Crosslinking of polymers, e.g. polyolefins, substantially contributes to an improved heat and deformation resistance, creep properties, mechanical strength, chemical resistance and abrasion resistance of a polymer. Crosslinked polymers, such as crosslinked ethylene homo- and/or copolymers, are commonly used as a layer material in wire and cable applications, such as insulating layer material, semi-conducting layer material and/or jacketing layer material. The crosslinked polymers are also widely used in other end applications of polymers such as in pipe applications.
In wire and cable applications a typical cable comprises at least one conductor surrounded by one or more layers of polymeric materials. In power cables including medium voltage (MV), high voltage (HV) and extra high voltage (EHV) said conductor is surrounded by several layers including an inner semiconductive layer, an insulation layer and an outer semiconductive layer, in that order. The cables are commonly produced by extruding the layers on a conductor. One or more of said layers are then typically crosslinked for the above reasons.
Peroxides are commonly used free radical generating agents used i.a. in the polymer industry for said polymer modifications.
It is also known to crosslink polyolefins, such as polyethylene, by introducing crosslinkable groups, such as hydrolysable silane groups, into the polymer by copolymerisation or grafting. The crosslinking of polymers with hydrolysable silane groups is carried out by so-called moisture crosslinking (water crosslinking) in the presence of e.g. a so-called silanol condensation catalyst, for instance carboxylates of metals, such as tin, zinc, iron, lead and cobalt; organic bases; inorganic acids; and organic acids.
Further components such as additives may naturally also be added onto pellets after pellet formation, such as antioxidants, light stabilizers, UV stabilizers, crosslinking boosters, scorch retardants, etc., as evident for a skilled person.

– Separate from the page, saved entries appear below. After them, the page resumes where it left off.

"""The header index cache: reused when files are unchanged, never trusted when they change."""

from __future__ import annotations

import os
import stat
from pathlib import Path

import numpy as np
import pytest
from typer.testing import CliRunner

from sigreport.cli import app
from sigreport.ingest import cache as cache_module
from sigreport.ingest import index_study
from sigreport.ingest.cache import CACHE_ENV, HeaderCache, cache_dir
from sigreport.ingest.header import read_frames

from builders.dicom import write_classic_series


def _study(folder: Path) -> Path:
    stored = np.arange(4 * 6 * 5, dtype=np.int16).reshape(4, 6, 5)
    t2 = {"RepetitionTime": "4000", "EchoTime": "100", "ScanningSequence": "SE"}
    write_classic_series(folder / "s3", stored, series_number=3, description="T2", extra=t2)
    write_classic_series(folder / "s4", stored + 7, series_number=4, description="other")
    (folder / "notes.txt").write_text("not DICOM")
    return folder


def _summary(index):
    return (
        [(s.key, s.role, s.role_reason, tuple(i.path for i in s.instances)) for s in index.stacks],
        [(f.path, f.reason) for f in index.skipped],
    )


class _Counting:
    """Counts the header reads the cache lets through."""

    def __init__(self, monkeypatch):
        self.calls = 0
        original = read_frames

        def counted(path):
            self.calls += 1
            return original(path)

        monkeypatch.setattr("sigreport.ingest.index.read_frames", counted)


def test_cache_dir_follows_the_environment(monkeypatch, tmp_path):
    monkeypatch.setenv(CACHE_ENV, str(tmp_path / "x"))
    assert cache_dir() == tmp_path / "x"
    monkeypatch.delenv(CACHE_ENV)
    monkeypatch.setenv("XDG_CACHE_HOME", str(tmp_path / "xdg"))
    assert cache_dir() == tmp_path / "xdg" / "sigreport"  # XDG Base Directory Specification
    monkeypatch.delenv("XDG_CACHE_HOME")
    monkeypatch.setenv("HOME", str(tmp_path / "home"))
    assert cache_dir() == tmp_path / "home" / ".cache" / "sigreport"


def test_a_repeat_index_reads_no_header_and_gives_the_same_index(tmp_path, monkeypatch):
    study = _study(tmp_path / "study")
    counting = _Counting(monkeypatch)
    first = index_study(study)
    assert counting.calls == 9  # 4 + 4 slices and the text file
    second = index_study(study)
    assert counting.calls == 9  # nothing read again
    assert _summary(second) == _summary(first)
    assert second.stacks == first.stacks
    # The cache lives in the cache folder, private to the user, never in the study.
    [stored] = list(Path(os.environ[CACHE_ENV]).glob("index-*.pickle"))
    assert stat.S_IMODE(stored.stat().st_mode) == 0o600
    assert not [p for p in study.rglob("*") if "index-" in p.name]


def test_a_changed_file_is_read_again(tmp_path, monkeypatch):
    study = _study(tmp_path / "study")
    index_study(study)
    counting = _Counting(monkeypatch)
    changed = sorted((study / "s4").iterdir())[0]
    before = changed.stat()
    stored = np.full((1, 6, 5), 3, dtype=np.int16)
    write_classic_series(tmp_path / "other", stored, series_number=9, description="replaced")
    replacement = next((tmp_path / "other").iterdir())
    changed.write_bytes(replacement.read_bytes())
    os.utime(changed, ns=(before.st_atime_ns, before.st_mtime_ns + 1_000_000))
    (study / "notes.txt").unlink()
    index = index_study(study)
    assert counting.calls == 1
    assert not index.skipped  # the vanished file is not remembered
    assert any(s.series_number == 9 for s in index.stacks)
    assert index.stacks == index_study(study, use_cache=False).stacks


def test_same_size_and_time_but_other_path_is_a_miss(tmp_path, monkeypatch):
    study = _study(tmp_path / "study")
    index_study(study)
    (study / "s3").rename(study / "s3-moved")
    counting = _Counting(monkeypatch)
    index = index_study(study)
    assert counting.calls == 4
    paths = {i.path for s in index.stacks for i in s.instances}
    assert all(p.exists() for p in paths)


@pytest.mark.parametrize("damage", ["garbage", "truncated", "foreign-class", "open-to-others"])
def test_a_bad_cache_file_is_ignored_and_rebuilt(tmp_path, monkeypatch, damage):
    study = _study(tmp_path / "study")
    reference = index_study(study)
    [stored] = list(Path(os.environ[CACHE_ENV]).glob("index-*.pickle"))
    if damage == "garbage":
        stored.write_bytes(b"\x00not a pickle")
    elif damage == "truncated":
        stored.write_bytes(stored.read_bytes()[:100])
    elif damage == "foreign-class":
        import pickle

        stored.write_bytes(pickle.dumps({"format": 1, "entries": os.system}))
    else:
        stored.chmod(0o644)
    counting = _Counting(monkeypatch)
    index = index_study(study)
    assert counting.calls == 9
    assert index.stacks == reference.stacks
    assert stat.S_IMODE(stored.stat().st_mode) == 0o600  # rewritten, private again


def test_no_cache_neither_reads_nor_writes_it(tmp_path, monkeypatch):
    study = _study(tmp_path / "study")
    result = CliRunner().invoke(app, ["scan", str(study), "--json", "--no-cache"])
    assert result.exit_code == 0, result.output
    assert not list(Path(os.environ[CACHE_ENV]).glob("index-*"))
    result = CliRunner().invoke(app, ["scan", str(study), "--json"])
    assert result.exit_code == 0, result.output
    assert list(Path(os.environ[CACHE_ENV]).glob("index-*"))
    counting = _Counting(monkeypatch)
    assert CliRunner().invoke(app, ["scan", str(study), "--json", "--no-cache"]).exit_code == 0
    assert counting.calls == 9


def test_a_cache_folder_inside_the_study_is_never_used(tmp_path, monkeypatch):
    study = _study(tmp_path / "study")
    monkeypatch.setenv(CACHE_ENV, str(study / "cache"))
    index_study(study)
    assert not (study / "cache").exists()
    assert not HeaderCache(study).enabled
    assert cache_module.cache_dir() == study / "cache"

For example, it is important that a high voltage cable including crosslinked HV cable, comprises an isotropic and homogeneous insulating layer to obtain the high value of dielectric strength required for its operation.

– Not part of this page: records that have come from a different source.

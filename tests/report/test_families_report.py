"""The other sequence families in the report: sentences from wording.toml [families], the table
columns, the time-intensity plot and the behaviour-rule keys for the new flags."""

from __future__ import annotations

import xml.etree.ElementTree as ET

import pytest

from sigreport.errors import InputError
from sigreport.lexicon_tables import load_wording
from sigreport.measure.rules import load_rules
from sigreport.report.images import time_intensity_svg
from sigreport.report.tables import COLUMNS, table_rows
from sigreport.report.text import family_sentences

WORDING = load_wording(None)

LESION = {
    "id": "L1",
    "signal": {},
    "diffusion": {
        "dwi": "DWI",
        "b_value": 1000.0,
        "dwi_ratio": 3.5,
        "adc_ratio": 0.55,
        "adc_1e-6_mm2_s": 420.0,
        "restricted": True,
        "shine_through": False,
    },
    "susceptibility": {"from": "T2", "to": "SWI", "drop_percent": None, "blooming": None},
    "chemical_shift": {
        "from": "IP",
        "to": "OP",
        "drop_percent": 48.9,
        "microscopic_fat": True,
        "fat_fraction_percent": 21.8,
        "reliable": False,
    },
    "dynamic": {
        "pre": "T1FS",
        "phases": [
            {"series_number": 8, "delay_s": 0.0, "percent": 114.4},
            {"series_number": 9, "delay_s": 60.0, "percent": 127.8},
            {"series_number": 10, "delay_s": 360.0, "percent": 78.0},
        ],
        "peak_phase": 2,
        "curve": "washout",
    },
}


def test_sentences_say_each_family_in_the_lexicons_words():
    text = " ".join(family_sentences(LESION, WORDING))
    assert "restricted diffusion" in text and "420 x 10^-6 mm2/s, ratio 0.55" in text
    assert "b 1000" in text
    # blooming is never said when the pair could not be assessed
    assert "blooming" not in text and "Susceptibility on SWI could not be assessed" in text
    assert "(drop 49 % from in-phase T1, measured in its core)" in text
    assert "unreliable" in text  # the chemical-shift pair is mismatched
    assert "Fat fraction 22 %" in text
    assert "+114 % at 0 s" in text and "highest at 60 s" in text and "washout (type III)" in text


def test_no_family_sentence_without_the_fields():
    assert family_sentences({"id": "L2", "diffusion": None, "dynamic": None}, WORDING) == []


def test_table_has_the_family_columns_on_the_right_rows():
    findings = {
        "series": [
            {"role": "ADC", "series_number": 6, "measured": True, "adc_units_ok": True},
            {"role": "OP", "series_number": 4, "measured": True},
            {"role": "FAT", "series_number": 6, "measured": True},
            {"role": "T1POSTFS", "series_number": 8, "measured": True, "phase": 1,
             "delay_s": 0.0, "in_signal": False},
            {"role": "T1POSTFS", "series_number": 10, "measured": True, "phase": 3,
             "delay_s": 360.0},
        ],
        "lesions": [
            {
                **LESION,
                "signal": {r: {"ratio": 1.0, "grade": "isointense"} for r in
                           ("ADC", "OP", "FAT", "T1POSTFS")},
            }
        ],
    }  # fmt: skip
    rows = {r["role"]: r for r in table_rows(findings)}
    assert {"adc_1e-6_mm2_s", "fat_fraction_percent", "dynamic_curve"} <= set(COLUMNS)
    assert rows["ADC"]["adc_1e-6_mm2_s"] == 420.0
    assert rows["OP"]["chemical_shift_drop_percent"] == 48.9
    assert "chemical-shift flag unreliable" in rows["OP"]["notes"]
    assert rows["FAT"]["fat_fraction_percent"] == 21.8
    # the role's signal series is the last phase, not a phase measured for the curve only
    assert rows["T1POSTFS"]["series_number"] == 10
    assert rows["T1POSTFS"]["dynamic_curve"] == "washout"


def test_time_intensity_plot_is_plain_svg_with_one_point_per_phase():
    svg = time_intensity_svg(
        [(0.0, 114.4), (60.0, 127.8), (360.0, 78.0)], title="L1 <b>", curve="washout"
    )
    root = ET.fromstring(svg)  # well-formed XML, the title escaped
    ns = "{http://www.w3.org/2000/svg}"
    points = root.findall(f"{ns}circle")
    assert len(points) == 3
    ys = [float(c.get("cy")) for c in points]
    assert ys[1] < ys[0] < ys[2]  # higher percent is higher on the page (smaller y)
    assert "<script" not in svg and "L1 &lt;b&gt; (washout)" in svg


def test_rules_know_the_new_flags_and_refuse_an_unknown_curve(tmp_path):
    rules = load_rules(None)
    assert {"t2-shine-through", "blooming", "microscopic-fat", "curve-washout"} <= set(
        rules.behaviour
    )
    assert rules.behaviour["curve-washout"].matches({"curve": "washout"})
    assert rules.behaviour["curve-washout"].evaluate({"curve": None}) is None
    (tmp_path / "behaviour.toml").write_text(
        '[rule.x]\nphrase = "x"\nwhen = { curve = "type 4" }\n'
    )
    with pytest.raises(InputError, match=r"curve: expected one of persistent, plateau, washout"):
        load_rules(tmp_path)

The above mentioned WO 0038895 describes a method for introducing a liquid substance into polymer granules comprising spraying the substance onto continuously flowing granules in a static spraying chamber, passing the granules through a mixing chamber comprising static mixing means without moving mechanical elements to submit mixing thereof, and thereafter drying the granules in a drying chamber.
The granules flow in a substantially continuous manner by gravity through said spraying, mixing and drying chambers arranged in substantial vertical alignment. The spraying chamber may comprise a plurality of vertically arranged ducts. The static mixing chamber is designed to deviate the granules flowing in the central part of the mixing chamber towards the peripheral zone thereof, and the granules flowing in the peripheral zone towards the central zone thereof.

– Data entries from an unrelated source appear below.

def propagate(net: nw.Network) -> None:
    """The network's own propagation: every device's rules until nothing follows (as Network.solve)."""
    for _ in range(4 * len(net.devices) + 4):
        progress = False
        for d in net.devices:
            progress |= bool(nw._rates(net, d))
            progress |= bool(nw.RULES[d.kind](net, d))
        if not progress:
            break


# -- which streams to tear --------------------------------------------------------------
def _candidates(net: nw.Network) -> list[str]:
    """Streams still unknown that join two devices, with no property given but P (in worksheet order)."""
    made = {s for d in net.devices for s in d.outlets}
    used = {s for d in net.devices for s in d.inlets}
    return [name for name, spec in net.streams.items()
            if name not in net.points and name in made and name in used and set(spec.given) <= {"P"}
            and _pressure(net, name, set()) is not None]


def _producer(net: nw.Network, name: str) -> nw.DeviceSpec:
    return next(d for d in net.devices if name in d.outlets)


def _pressure(net: nw.Network, name: str, seen: set[str]) -> float | None:
    """A stream's pressure [Pa] as the devices upstream fix it, whatever its enthalpy (None if they do not)."""
    given = net.streams[name].given.get("P")
    if given is not None:
        return given
    if name in net.points:
        return net.points[name].P
    if name in seen:
        return None
    seen = seen | {name}
    d = next((d for d in net.devices if name in d.outlets), None)
    if d is None:
        return None
    if d.kind == "mixer":  # the lowest inlet's; an inlet that comes round from this outlet (a recycle) has
        ins = [P for P in (_pressure(net, s, seen) for s in d.inlets) if P is not None]  # no say of its own
        return min(ins) if ins else None
    if d.kind == "separator":
        for s in d.outlets:
            if "P" in net.streams[s].given:
                return net.streams[s].given["P"]
        return _pressure(net, d.inlets[0], seen)
    k = d.outlets.index(name) if d.kind == "exchanger" else 0
    inlet = d.inlets[k] if d.kind == "exchanger" else d.inlets[0]
    P_in = _pressure(net, inlet, seen)
    if P_in is None:
        return None
    if k < len(d.dP):
        return P_in - d.dP[k]
    if d.kind in ("heater", "cooler", "exchanger", "splitter"):
        return P_in  # no pressure drop given: none (as the network's rules take it)
    return None


# -- the torn worksheet -------------------------------------------------------------------
def _torn(net: nw.Network, tears: tuple[Tear, ...], x: list[float]) -> nw.Network:
    """The worksheet with each tear cut: the guessed copy given (P, h) [and its rate], the made copy free;
    every rate the stalled network knew, known."""
    streams, i = [], 0
    guessed: dict[str, float] = {}
    by_name = {t.stream: t for t in tears}
    for name, spec in net.streams.items():
        t = by_name.get(name)
        if t is None:
            streams.append(spec)
            continue
        h = x[i]
        i += 1
        n = spec.n_dot
        if t.rate:
            n = x[i]
            i += 1
            guessed[name] = n
        streams.append(replace(spec, given={"P": t.P, "h": h}, n_dot=n))
        streams.append(replace(spec, name=t.made))
    devices = [replace(d, outlets=tuple(by_name[s].made if s in by_name else s for s in d.outlets))
               for d in net.devices]
    torn = nw.Network(streams, devices)
    for name, n in net.rates.items():
        torn.rates.setdefault(name, n)
        if name in by_name:
            torn.rates.setdefault(by_name[name].made, n)
    torn.basis = net.basis
    return torn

Known within the art is also the so-called continuous zig-zag blender, for instance supplied by Patterson Kelly, wherein a liquid substance is sprayed onto continuously flowing pellets. The zig-zag blender comprises an entrance part in the form of a drum section and thereafter a plurality of bends arranged in an essentially horizontal spiral manner. The whole equipment rotates 360° around its axis which results in movement of the pellets and thus mixing. The zig-zag blender is not self-cleaning. Moreover, the zig-zag blender comprises seals which are clear contamination sources since a seal in a rotating equipment is exposed to a continuous wear and therefore will be mechanically damaged with time and thus have limited use life.